A more effective step in efforts to better educate people would be for physicians to do a better job of pointing their patients in the right direction. Provide specific websites that have accurate information. Give them written material at the time of the visit. Or inform them of good links so they can read on their own.
This lack of patient education is something of a national crisis, leading as it does to increased illness, readmittance to the hospital, and significantly adding to American health care expenditures. Asking health care providers to slow down, to make that extra effort to provide relevant information, is a wonderful idea but of little impact in the grand scheme of things.
Better, more effective patient education promotes patient-centered care and increases compliance, how well the patient adheres to prescribed medications and treatments. American health care outcomes would be better if physicians spent more time with patients but that is unlikely to change without instituting a completely different health care system. For individual members of our society to realize the benefits of physician health education, there is a need for real engagement between patients and their physician.

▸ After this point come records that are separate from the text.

//! The balance at the surface temperature as a waterfall: the emitted power, then what the
//! sky, the sun and the air give back, down to the net cooling power.

use plotters::coord::Shift;
use plotters::element::DashedPathElement;
use plotters::prelude::*;
use plotters::style::text_anchor::{HPos, Pos, VPos};

use super::{edges, padded_axis, px_x, px_y};
use crate::app::widgets::plot::measure::text_width;
use crate::app::widgets::plot::palette::*;
use crate::app::widgets::plot::{chart, draw_caption, err, tick_target, AxisSpec, Frame, Look};
use crate::view::radiator::{balance_amounts, balance_steps, RadiatorView, BALANCE_BARS};

/// The bars' names on the axis, and shorter ones for narrow plots.
const BARS_SHORT: [&str; 5] = ["out", "sky", "sun", "air", "net"];

fn signed(v: f64) -> String {
    let s = format!("{:.1}", v.abs());
    if s.trim_start_matches(['0', '.']).is_empty() {
        "0.0".into()
    } else if v < 0.0 {
        format!("−{s}")
    } else {
        format!("+{s}")
    }
}

pub fn draw<DB: DrawingBackend>(root: &DrawingArea<DB, Shift>, c: &RadiatorView, look: &Look) -> Result<Frame, String> {
    root.fill(&WHITE).map_err(err)?;
    draw_caption(root, look)?;
    let (w, h) = root.dim_in_pixel();
    let bars = balance_steps(c);
    // the names need their width and some room each, in about four fifths of the width
    let widest = BALANCE_BARS.iter().map(|n| text_width(n, look.tick_font())).fold(0.0f64, f64::max);
    let names = if (widest + look.size(14.0)) * BALANCE_BARS.len() as f64 > 0.8 * w as f64 {
        &BARS_SHORT
    } else {
        &BALANCE_BARS
    };
    let lo = bars.iter().flat_map(|b| [b.0, b.1]).fold(0.0f64, f64::min);
    let hi = bars.iter().flat_map(|b| [b.0, b.1]).fold(0.0f64, f64::max);
    let x = AxisSpec::named(names, "Term of the balance at the surface temperature");
    let y = padded_axis(lo, hi.max(lo + 1.0), tick_target(look, h, 48.0), "Power", "W/m²");
    let (mut chart, frame) = chart(root, look, &x, &y, false)?;
    let net_colour = if c.report.net_w_m2 >= 0.0 { CURVE } else { GAP };
    let colours = [EMITTED, SKY, ABSORBED, AIR, net_colour];
    let half = 0.3;
    for (i, (a, b)) in bars.iter().enumerate() {
        let xc = i as f64 + 0.5;
        chart
            .draw_series(std::iter::once(Rectangle::new(
                [(xc - half, *a), (xc + half, *b)],
                colours[i].mix(0.85).filled(),
            )))
            .map_err(err)?;
    }

    let plot = root.clone();
    let (left, top, right, _) = edges(&frame);
    let zero = px_y(&frame, look, 0.0);
    plot.draw(&PathElement::new(vec![(left, zero), (right, zero)], INK.stroke_width(look.px(1.2).max(1) as u32)))
        .map_err(err)?;
    // connectors between the running levels
    let thin = MUTED.stroke_width(look.px(1.0).max(1) as u32);
    for (i, bar) in bars.iter().take(4).enumerate() {
        let level = bar.1;
        let (x0, x1) = (px_x(&frame, look, i as f64 + 0.5 + half), px_x(&frame, look, i as f64 + 1.5 - half));
        let yl = px_y(&frame, look, level);
        plot.draw(&DashedPathElement::new(vec![(x0, yl), (x1, yl)], look.px(3.0), look.px(3.0), thin)).map_err(err)?;
    }
    // amounts beside each bar's upper end
    let amounts = balance_amounts(c);
    let fs = look.size(12.0);
    for (i, (a, b)) in bars.iter().enumerate() {
        let xc = px_x(&frame, look, i as f64 + 0.5);
        let top_v = a.max(*b);
        let text = if i == 4 { format!("{:.1}", amounts[i]).replace('-', "−") } else { signed(amounts[i]) };
        let yt = (px_y(&frame, look, top_v) - look.px(4.0)).max(top + (fs * 1.1) as i32);
        let style = look.text(fs, &INK).pos(Pos::new(HPos::Center, VPos::Bottom));
        plot.draw_text(&text, &style, (xc, yt)).map_err(err)?;
    }
    Ok(frame)
}
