//! The radiator's three plots, drawn with the shared axis, tick and label code of
//! [`crate::app::widgets::plot`]: the emissivity editor over the sky, sun and blackbody curves, the
//! parts of the balance as a waterfall, and P_net against surface temperature.

pub mod balance;
pub mod curve;
pub mod editor;
pub mod film;

use crate::app::widgets::plot::Backend;
use plotters::coord::Shift;
use plotters::prelude::*;

use crate::app::radiator::state::Slot;
use crate::app::widgets::plot::{AxisSpec, Drawing, Frame, Look};
use crate::view::format::nice_step;
use crate::view::radiator::RadiatorView;

/// One of the radiator's plots of one result; `selected` marks a control point.
pub struct RadPlot<'a> {
    pub slot: Slot,
    pub c: &'a RadiatorView,
    pub selected: Option<usize>,
}

impl Drawing for RadPlot<'_> {
    fn draw(&self, root: &DrawingArea<Backend<'_>, Shift>, look: &Look) -> Result<Frame, String> {
        match self.slot {
            Slot::Editor => editor::draw(root, self.c, self.selected, look),
            Slot::Balance => balance::draw(root, self.c, look),
            Slot::Curve => curve::draw(root, self.c, look),
        }
    }
}

/// A linear axis over [lo, hi] widened to whole tick steps at both ends (so both ends are
/// labelled), with some headroom.
pub fn padded_axis(lo: f64, hi: f64, target: usize, name: &str, unit: &str) -> AxisSpec {
    let (lo, hi) = if hi > lo { (lo, hi) } else { (lo - 1.0, lo + 1.0) };
    let pad = 0.04 * (hi - lo);
    let (lo, hi) = (if lo < 0.0 { lo - pad } else { lo }, hi + pad);
    let (step, _, _) = nice_step(hi - lo, target);
    // a value on a step stays the end (the tolerance points inwards)
    let lo = (lo / step + 1e-9).floor() * step;
    let hi = (hi / step - 1e-9).ceil() * step;
    AxisSpec::new(lo, hi, target, name, unit, false)
}

/// Backend pixel of a value on an axis of `frame`.
pub fn px_x(frame: &Frame, look: &Look, v: f64) -> i32 {
    (frame.css_of_x(v) * look.scale).round() as i32
}

pub fn px_y(frame: &Frame, look: &Look, v: f64) -> i32 {
    (frame.css_of_y(v) * look.scale).round() as i32
}

/// The frame's edges in backend pixels: (left, top, right, bottom).
pub fn edges(frame: &Frame) -> (i32, i32, i32, i32) {
    (frame.left as i32, frame.top as i32, frame.right as i32, frame.bottom as i32)
}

The challenge of educating the American health care consumer is multifaceted, especially when you consider the complexity of many diseases. In addition, nearly half of American adults have limited health care literacy. A patient’s misunderstanding of a condition and its care can result in non-compliance to their physician’s recommendations, significantly and adversely affecting outcomes. But improved patient education leads to a more efficient and cost-effective healthcare delivery system. Educating patients ensures continuity of care and reduces complications related to their illness.
The more clearly a disease is understood, the more likely it is that an individual will be comfortable with their care and adhere to necessary regimens. It is important to understand some of the basics about your condition. Ask questions if you don’t, or at least get some written materials to help you. Be proactive; be your own health advocate. You’ll feel better if you do, and likely be healthier in the long run.

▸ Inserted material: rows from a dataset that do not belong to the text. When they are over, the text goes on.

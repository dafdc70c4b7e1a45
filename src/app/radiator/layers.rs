//! The layer-stack emitter: the "Emitter: profile | layers" switch, the table of layers
//! (material from the searchable list or a constant index, thickness in nm, add, remove,
//! move), the substrate, the bar diagram whose top edges drag (and whose focused layer the
//! arrow keys thicken or thin), and the two plots of the stack's optics. Every edit is a
//! whole new stack through [`Ctx::edit`], so the scenario's checks word the refusals, shown
//! beside the row they are about while the last good stack stays in use.
//!
//! While an edge is dragged or a key held, the stack is a draft drawn on the coarse grids
//! of [`crate::view::radiator::film`] and committed (with the balance evaluated) on release.
//!
//! Under the table: the thickness search ([`super::optimize`]).

use std::cell::Cell;
use std::rc::Rc;
use std::sync::Arc;

use leptos::ev;
use leptos::html;
use leptos::prelude::*;

use super::plots::film::{draw_map, draw_spectrum, draw_stack, stack_geometry, StackLook, EDGE_PICK_CSS};
use crate::app::radiator::state::{EdgeDrag, FilmSlot, RadiatorState, SUBSTRATE_ROW};
use crate::app::state::mark;
use crate::app::widgets::card::{plot_card, Card, Hover, PlotBehaviour};
use crate::app::widgets::export::offer;
use crate::app::widgets::plot::render::draw_on_canvas;
use crate::app::widgets::plot::{Backend, Drawing, Frame, Look};
use crate::scenario::film::{Coherence, LayerSpec, MaterialSpec};
use crate::scenario::radiator::{AngularSpec, EmitterSpec, RadiatorScenario};
use crate::view::controls::Control;
use crate::view::export::ExportKind;
use crate::view::format::{field, fixed, sig};
use crate::view::input::parse_number;
use crate::view::radiator::film::{
    default_stack, film_view, map_csv, material_about, parse_material, round_thickness, spectrum_csv, stack_caption,
    stack_csv, step_thickness, substrate_note, FilmView, MaterialInfo, NEW_LAYER_NM, PAGE_MAX_LAYERS,
    SECOND_ANGLES_DEG,
};
use plotters::coord::Shift;
use plotters::prelude::DrawingArea;

/// The keys of the bar diagram, as the page states them.
pub const KEY_HELP: &str = "Keys on the stack: ↑/↓ thicken or thin the chosen layer by about 1 % (Shift: 10 %); Page Up/Page Down (or [ and ]) choose the layer above/below; Home/End the top/bottom one.";

const HOOK: Control = Control::FilmLayers;

thread_local! {
    /// when the last drag or key step asked for a redraw [ms, performance.now()]
    static EDIT_AT: Cell<Option<f64>> = const { Cell::new(None) };
}

fn now_ms() -> f64 {
    web_sys::window().and_then(|w| w.performance()).map(|p| p.now()).unwrap_or(0.0)
}

/// The stack in the scenario, if the emitter is one.
fn stack_of(r: &RadiatorScenario) -> Option<(Vec<LayerSpec>, MaterialSpec)> {
    match &r.emitter {
        EmitterSpec::Film { layers, substrate } => Some((layers.clone(), substrate.clone())),
        _ => None,
    }
}

fn stack_now(rad: RadiatorState) -> Option<(Vec<LayerSpec>, MaterialSpec)> {
    rad.ctx.scenario.with_untracked(|s| stack_of(&s.radiator))
}

/// The layers shown now: the draft of a drag, or the scenario's.
fn layers_shown(rad: RadiatorState) -> Option<Vec<LayerSpec>> {
    rad.film.draft.get_untracked().or_else(|| stack_now(rad).map(|s| s.0))
}

/// Commit a stack; a refusal is shown beside `row`. Returns whether it was taken.
fn commit(rad: RadiatorState, row: usize, layers: Vec<LayerSpec>, substrate: MaterialSpec) -> bool {
    mark("gg-edit");
    let ok = rad.ctx.edit(HOOK, move |s| s.radiator.emitter = EmitterSpec::Film { layers, substrate });
    rad.film.row_error.set(if ok { None } else { Some(row) });
    ok
}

Editor’s note: Dr. Conway McLean is a physician practicing foot and ankle medicine in the Upper Peninsula. Dr. McLean’s practice, Superior Foot and Ankle Centers, has offices in Marquette and Escanaba, and now the Keweenaw following the recent addition of an office in L’Anse. McLean has lectured internationally, and written dozens of articles on wound care, surgery, and diabetic foot medicine. He is board certified in surgery, wound care, and lower extremity biomechanics.